(Task item)
Go line by line through the data below and work out how many lines contain "func"; the answer is that number alone.

Source data
_ _ _

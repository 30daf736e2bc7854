package exact

import (
	"context"
	"math/big"
)

// frontierRun executes a plan.
type frontierRun struct {
	plan  *frontierPlan
	value []*big.Int
	words int     // K in words
	g, c  big.Int // scratch
}

// run executes the plan and returns det(M) and the bordered determinant as
// integer polynomials.
func (p *frontierPlan) run(ctx context.Context) (det, bordered Poly, err error) {
	r := &frontierRun{plan: p, value: make([]*big.Int, p.slots)}
	for i := range r.value {
		r.value[i] = new(big.Int)
	}
	r.value[0].SetInt64(1)
	for k := range p.stamps {
		if err := ctx.Err(); err != nil {
			return Poly{}, Poly{}, err
		}
		if k%frontierGrowth == 0 {
			r.grow(k)
		}
		r.stamp(&p.stamps[k])
	}
	return r.result(p.det, p.detOdd), r.result(p.num, p.numOdd), nil
}

// frontierGrowth is the number of stamps between looks at the packing.
const frontierGrowth = 16

// grow makes the packing wide enough for the coming stamps.
func (r *frontierRun) grow(k int) {
	last := min(k+frontierGrowth, len(r.plan.stamps)) - 1
	need := 0.0
	for _, s := range r.plan.stamps[k : last+1] {
		need = max(need, s.bits)
	}
	words := int(need+2)/wordBits + 1
	if words <= r.words {
		return
	}
	final := int(r.plan.stamps[len(r.plan.stamps)-1].bits+2)/wordBits + 1
	words = max(words, min(words+words/2, final))
	if k > 0 {
		before := &r.plan.stamps[k-1]
		for _, slot := range before.live {
			r.value[slot] = packInts(unpackInts(r.value[slot], before.terms, r.words), words)
		}
	}
	r.words = words
}

// stamp carries out one stamp.
func (r *frontierRun) stamp(s *frontierStamp) {
	shift := uint(r.words * wordBits)
	for _, m := range s.moves {
		src, dst := r.value[m.src], r.value[m.dst]
		if m.zero {
			dst.SetInt64(0)
		}
		if s.c != nil {
			r.c.Mul(src, s.c)
			r.c.Lsh(&r.c, shift)
			addOrSub(dst, &r.c, m.sub)
		}
		if s.g != nil {
			if s.g.IsInt64() && (s.g.Int64() == 1 || s.g.Int64() == -1) {
				addOrSub(dst, src, m.sub != (s.g.Sign() < 0))
			} else {
				addOrSub(dst, r.g.Mul(src, s.g), m.sub)
			}
		}
	}
}

func addOrSub(dst, x *big.Int, sub bool) {
	if sub {
		dst.Sub(dst, x)
	} else {
		dst.Add(dst, x)
	}
}

// result unpacks a slot.
func (r *frontierRun) result(slot int, odd bool) Poly {
	if slot < 0 {
		return Poly{}
	}
	terms := 1
	if n := len(r.plan.stamps); n > 0 {
		terms = r.plan.stamps[n-1].terms
	}
	words := max(r.words, 1)
	p := makePoly(unpackInts(r.value[slot], terms, words), nil)
	if odd {
		return p.Neg()
	}
	return p
}

// solveFrontier is solveModular for a system of one block, by the frontier
// recurrence for every pair of borders; plans holds one plan per pair, or the
// single plan of the determinant.
func (y *system) solveFrontier(ctx context.Context, plans []*frontierPlan, wantDet []bool) ([]Poly, []Poly, error) {
	dets := make([]Poly, 1)
	var nums []Poly
	for k, p := range plans {
		det, bordered, err := p.run(ctx)
		if err != nil {
			return nil, nil, err
		}
		if k == 0 && wantDet[0] {
			if dets[0] = det; det.IsZero() {
				return nil, nil, errSingular
			}
		}
		if y.outs*y.rhs > 0 {
			nums = append(nums, bordered.Neg())
		}
	}
	return dets, nums, nil
}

_ _ _

(Result of the exercise)
6